# [Your task]
Only one portion of the data is to be written out: from the line bearing "return name +" through the line bearing "func Pieces(n int)". Write it exactly as it appears.

# [Record extracts]
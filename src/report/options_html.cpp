// The report's options sections: a ranked table and a picture of our own comparing the options.
#include <algorithm>
#include <cstdio>

#include "sifter/model/format.hpp"
#include "sifter/model/vocabulary.hpp"
#include "sifter/report/html_deliverable.hpp"
#include "sifter/report/options_text.hpp"
#include "sifter/report/svg.hpp"
#include "sifter/results/lopa.hpp"

namespace sifter::report {
namespace {

std::string num(double v) {
  char buf[32];
  std::snprintf(buf, sizeof buf, "%.1f", v);
  return buf;
}

std::string money(double v) {
  char buf[32];
  std::snprintf(buf, sizeof buf, "%.0f", checked(v, "cost"));
  return buf;
}

// One row per option: the lifecycle cost as a bar split into capital, annual costs, proof
// tests and spurious trips; an option that cannot answer the scenario is drawn as an outline
// with a cross at its end, one that answers it but leaves it intolerable as an outline only.
std::string comparison_svg(const ScenarioOptions& o) {
  const double width = 640, label = 150, row = 26, top = 24;
  const double height = top + row * static_cast<double>(o.options.size()) + 30;
  double most = 1.0;
  for (const auto& r : o.options) most = std::max(most, r.lifecycle_cost);
  const double scale = (width - label - 90) / most;
  std::string s = "<svg viewBox=\"0 0 " + num(width) + " " + num(height) +
                  "\" role=\"img\" aria-label=\"lifecycle cost of each option\">\n";
  s += "<text x=\"" + num(label) +
       "\" y=\"14\" font-size=\"11\">lifecycle cost (capital | annual | tests | trips)</text>\n";
  const char* fills[] = {"#345", "#789", "#abc", "#dde"};
  for (std::size_t i = 0; i < o.options.size(); ++i) {
    const auto& r = o.options[i];
    const double y = top + row * static_cast<double>(i);
    s += "<text x=\"" + num(label - 6) + "\" y=\"" + num(y + 15) + "\" font-size=\"11\" text-anchor=\"end\">" +
         escape_html(std::to_string(i + 1) + ". " + r.id) + "</text>\n";
    double x = label;
    const double parts[] = {r.capex, r.pv_annual_cost, r.pv_test_cost, r.pv_trip_cost};
    for (int k = 0; k < 4; ++k) {
      const double w = parts[k] * scale;
      if (w <= 0.0) continue;
      const bool solid = r.feasible && r.makes_tolerable;
      s += "<rect x=\"" + num(x) + "\" y=\"" + num(y + 4) + "\" width=\"" + num(w) + "\" height=\"16\" fill=\"" +
           (solid ? fills[k] : "none") + "\" stroke=\"#345\"/>\n";
      x += w;
    }
    if (!r.feasible)
      s += "<path d=\"M" + num(x + 4) + " " + num(y + 6) +
           " l12 12 m0 -12 l-12 12\" stroke=\"#000\" stroke-width=\"2\"/>\n";
    s += "<text x=\"" + num(x + (r.feasible ? 6 : 22)) + "\" y=\"" + num(y + 16) + "\" font-size=\"11\">" +
         money(r.lifecycle_cost) + "</text>\n";
  }
  s += "<text x=\"" + num(label) + "\" y=\"" + num(height - 8) +
       "\" font-size=\"10\">filled: feasible and tolerable; " +
       "outline: not tolerable alone; cross: infeasible</text>\n</svg>\n";
  return s;
}

std::string section(const ScenarioOptions& o) {
  std::string out = "<section class=\"options\" id=\"options-" + escape_html(o.scenario) + "\">\n";
  out += "<h2>Options for " + escape_html(o.scenario) + "</h2>\n<p>" + escape_html(o.title) + "</p>\n";
  out += "<p>Target " + escape_html(format_number(o.target_frequency_per_yr)) + "/yr; without any SIF " +
         escape_html(format_number(o.frequency_unprotected_per_yr)) +
         "/yr. Lifecycle cost: capital plus the present value over " + escape_html(format_number(o.mission_years)) +
         " yr at " + escape_html(format_number(100.0 * o.discount_rate)) +
         " %/yr of annual costs, proof tests and spurious trips.</p>\n";
  Table t{"",
          {"rank", "option", "kind", "feasible", "tolerable", "lifecycle cost", "reason"},
          {},
          {},
          std::vector<bool>(7, false)};
  for (std::size_t i = 0; i < o.options.size(); ++i) {
    const auto& r = o.options[i];
    t.rows.push_back({{std::to_string(i + 1)},
                      {r.id},
                      {to_string(r.kind)},
                      {r.feasible ? "yes" : "no"},
                      {r.makes_tolerable ? "yes" : "no"},
                      {money(r.lifecycle_cost)},
                      {r.reason + (r.preliminary ? " (preliminary)" : "")}});
  }
  out += html_table(t) + "<figure>" + comparison_svg(o) + "<figcaption>Lifecycle cost of each option, ranked." +
         "</figcaption></figure>\n</section>\n";
  return out;
}

}  // namespace

std::string options_sections_html(const std::vector<ScenarioOptions>& all) {
  std::string out;
  for (const auto& o : all) out += section(o);
  return out;
}

}  // namespace sifter::report
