package report

import (
	"fmt"
	"strings"

	"biasbin/picker"
	"biasbin/solver"
	"biasbin/solver/notation"
)

// Failure words one hard limit a build breaks.
func Failure(f picker.Failure) string {
	switch f.Kind {
	case picker.FailCorners:
		what := "saturates"
		if f.Region == solver.Cutoff {
			what = "is cut off"
		}
		return fmt.Sprintf("%d of %d corners outside the active region or the VCE margin: the worst %s with VCE %.3g V (VCE(sat) %.3g V + %.3g V margin) at hFE %.0f, %g °C ambient, VCC %.3g V",
			f.NotActive, f.Corners, what, f.VCE_V, f.VCESat_V, f.Margin_V, f.HFE, f.Ambient_C, f.VCC_V)
	case picker.FailAllowance:
		part := f.Part
		if part == picker.PartTransistor {
			part = "the transistor"
		}
		return fmt.Sprintf("%s reaches %.0f %% of its derated, margined allowance at the worst corner", part, 100*f.Utilization)
	case picker.FailICMax:
		return fmt.Sprintf("IC reaches %.3g A, over the %.3g A IC max", f.IC_A, f.ICMax_A)
	case picker.FailVoltage:
		return fmt.Sprintf("%s sees %s at a worst-case corner, over the %s its limiting element voltage allows with margin",
			strings.ToUpper(f.Part), notation.FormatVoltage(f.Voltage_V), notation.FormatVoltage(f.VoltageAllowed_V))
	case picker.FailWorstCase:
		return fmt.Sprintf("worst case: %v", f.Err)
	case picker.FailBench:
		at := map[picker.HFEPoint]string{picker.HFEAtMin: "hFE min", picker.HFEAtTyp: "typical hFE", picker.HFEAtMax: "hFE max"}[f.HFEPoint]
		state := map[solver.Region]string{solver.Saturation: "saturates", solver.Cutoff: "is cut off",
			solver.ReverseActive: "runs reverse-active"}[f.Region]
		if state == "" {
			state = "runs inside the VCE margin"
		}
		return fmt.Sprintf("at the %g °C bench point with %s the stage %s: VCE %.3g V (VCE(sat) %.3g V + %.3g V margin)",
			f.Ambient_C, at, state, f.VCE_V, f.VCESat_V, f.Margin_V)
	}
	return fmt.Sprintf("hard limit %d broken", f.Kind)
}

// limitSay is what a build does when it breaks a limit, for the summary of
// the nearest builds.
var limitSay = map[picker.FailureKind]string{
	picker.FailCorners:   "saturates or cuts off at a worst-case corner",
	picker.FailAllowance: "overloads a part at a worst-case corner",
	picker.FailICMax:     "exceeds the transistor's IC max",
	picker.FailWorstCase: "has a worst-case corner that cannot be solved",
	picker.FailBench:     "leaves the active region or the VCE margin on the bench",
	picker.FailVoltage:   "puts a resistor over its limiting element voltage",
}

// Reason words one cause of a shortfall.
func Reason(r picker.Reason) string {
	switch r.Kind {
	case picker.NoTransistor:
		return fmt.Sprintf("no %v transistor with at least %d in stock and ratings that hold at %.3g V and %s",
			r.Polarity, r.Boards, r.VCC_V, notation.FormatCurrent(r.IC_A))
	case picker.NoResistorLine:
		return fmt.Sprintf("no resistor line holds the %d parts %d boards need", r.Boards, r.Boards)
	case picker.NoOperatingPoint:
		return "no combination of stocked values has an operating point (every solve failed)"
	case picker.OffTarget:
		return fmt.Sprintf("no build reaches the target: the nearest runs at IC %s, VCE %s against %s, %s",
			notation.FormatCurrent(r.IC_A), notation.FormatVoltage(r.VCE_V), notation.FormatCurrent(r.TargetIC_A), notation.FormatVoltage(r.TargetVCE_V))
	case picker.NearestFail:
		if r.Count == r.Of {
			return "every build found " + limitSay[r.Limit]
		}
		return fmt.Sprintf("%d of the %d nearest builds %s", r.Count, r.Of, limitSay[r.Limit])
	case picker.NotStiff:
		return fmt.Sprintf("no divider stiff enough: the nearest builds move IC by at least %.0f %% over the hFE range", 100*r.BetaSpread)
	case picker.NoPurchase:
		return "no purchase of one or two resistor values gives a passing build"
	case picker.KeptStay:
		var kept []string
		for _, k := range r.Kept {
			kept = append(kept, strings.ToUpper(k.Position)+" "+notation.FormatResistance(k.Ohm))
		}
		return fmt.Sprintf("the kept parts (%s) stay as they are and nothing is bought for them: a build that fits may need one replaced (pick again without keeping it)",
			strings.Join(kept, ", "))
	case picker.NoApprovedPurchase:
		return fmt.Sprintf("nothing on the approved list (parts tagged %s) would do: no line of it, topped up to the %d parts the run needs, gives a good build",
			strings.Join(r.Tags, " and "), r.Boards)
	}
	return fmt.Sprintf("shortfall reason %d", r.Kind)
}

// Rejection words why a transistor line was left out of a search.
func Rejection(r picker.Rejection) string {
	name := fmt.Sprintf("%s (line %d, bin %s)", r.Line.Sheet.Label, r.Line.ID, r.Line.Bin)
	var why string
	switch r.Kind {
	case picker.RejectQty:
		why = fmt.Sprintf("only %d in stock; %d boards need one each", r.Qty, r.Boards)
		if r.Boards == 1 {
			why = "none in stock; the board needs one"
		}
	case picker.RejectVCEO:
		why = fmt.Sprintf("VCEO %g V is below the %.3g V supply / %.0f %% derating", r.VCEO_V, r.VCC_V, 100*picker.VoltageDerating)
	case picker.RejectICMax:
		why = fmt.Sprintf("IC max %g A is below the %g A target / %.0f %% derating", r.ICMax_A, r.IC_A, 100*picker.CurrentDerating)
	case picker.RejectPower:
		why = fmt.Sprintf("%.3g W at the target (mid-supply VCE) is over its %.3g W allowance at %g °C", r.Power_W, r.Allowed_W, r.Ambient_C)
	case picker.RejectDatasheet:
		why = fmt.Sprintf("datasheet: %v", r.Err)
	case picker.RejectUnrated:
		why = fmt.Sprintf("its %s not stated, so no build on it can be called safe (--allow-unrated uses it anyway)", RatingList(r.Unknown))
	default:
		why = fmt.Sprintf("left out (%d)", r.Kind)
	}
	return name + ": " + why
}

// Purchase words one part to buy, e.g. "RE: 1K0 (E24, ±5 %, 0.25 W), 2 pieces",
// or a top-up of an approved stock line, e.g. "RE: 1K0 as line #12 (bin
// A3, ±5 %, 0.25 W), 3 more pieces (it holds 2)".
func Purchase(p picker.Purchase) string {
	if p.Line != 0 {
		slot, what := strings.ToUpper(p.Slot), fmt.Sprintf("%s as line #%d (bin %s, ±%g %%, %g W)", notation.FormatResistance(p.Ohm), p.Line, p.Bin, 100*p.Tol, p.Rated_W)
		if p.Slot == picker.PartTransistor {
			slot, what = p.Slot, fmt.Sprintf("%s as line #%d (bin %s)", p.Label, p.Line, p.Bin)
		}
		return fmt.Sprintf("%s: %s, %s more (it holds %d)", slot, what, Pieces(p.Qty), p.OnHand)
	}
	if p.Slot == picker.PartTransistor {
		return fmt.Sprintf("transistor: %v with VCEO ≥ %.3g V, IC max ≥ %s, %s", p.Polarity, p.VCEO_V, notation.FormatCurrent(p.ICMax_A), Pieces(p.Qty))
	}
	return fmt.Sprintf("%s: %s (%s, ±%g %%, %g W), %s", strings.ToUpper(p.Slot), notation.FormatResistance(p.Ohm), p.Series, 100*p.Tol, p.Rated_W, Pieces(p.Qty))
}

// Pieces writes a count of parts: "1 piece", "4 pieces".
func Pieces(n int) string {
	if n == 1 {
		return "1 piece"
	}
	return fmt.Sprintf("%d pieces", n)
}

// Words applies word to each item of xs.
func Words[T any](xs []T, word func(T) string) []string {
	out := make([]string, len(xs))
	for i, x := range xs {
		out[i] = word(x)
	}
	return out
}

# [Solution to this exercise]
	return name + ": " + why
}

// Purchase words one part to buy, e.g. "RE: 1K0 (E24, ±5 %, 0.25 W), 2 pieces",
// or a top-up of an approved stock line, e.g. "RE: 1K0 as line #12 (bin
// A3, ±5 %, 0.25 W), 3 more pieces (it holds 2)".
func Purchase(p picker.Purchase) string {
	if p.Line != 0 {
		slot, what := strings.ToUpper(p.Slot), fmt.Sprintf("%s as line #%d (bin %s, ±%g %%, %g W)", notation.FormatResistance(p.Ohm), p.Line, p.Bin, 100*p.Tol, p.Rated_W)
		if p.Slot == picker.PartTransistor {
			slot, what = p.Slot, fmt.Sprintf("%s as line #%d (bin %s)", p.Label, p.Line, p.Bin)
		}
		return fmt.Sprintf("%s: %s, %s more (it holds %d)", slot, what, Pieces(p.Qty), p.OnHand)
	}
	if p.Slot == picker.PartTransistor {
		return fmt.Sprintf("transistor: %v with VCEO ≥ %.3g V, IC max ≥ %s, %s", p.Polarity, p.VCEO_V, notation.FormatCurrent(p.ICMax_A), Pieces(p.Qty))
	}
	return fmt.Sprintf("%s: %s (%s, ±%g %%, %g W), %s", strings.ToUpper(p.Slot), notation.FormatResistance(p.Ohm), p.Series, 100*p.Tol, p.Rated_W, Pieces(p.Qty))
}

// Pieces writes a count of parts: "1 piece", "4 pieces".
func Pieces(n int) string {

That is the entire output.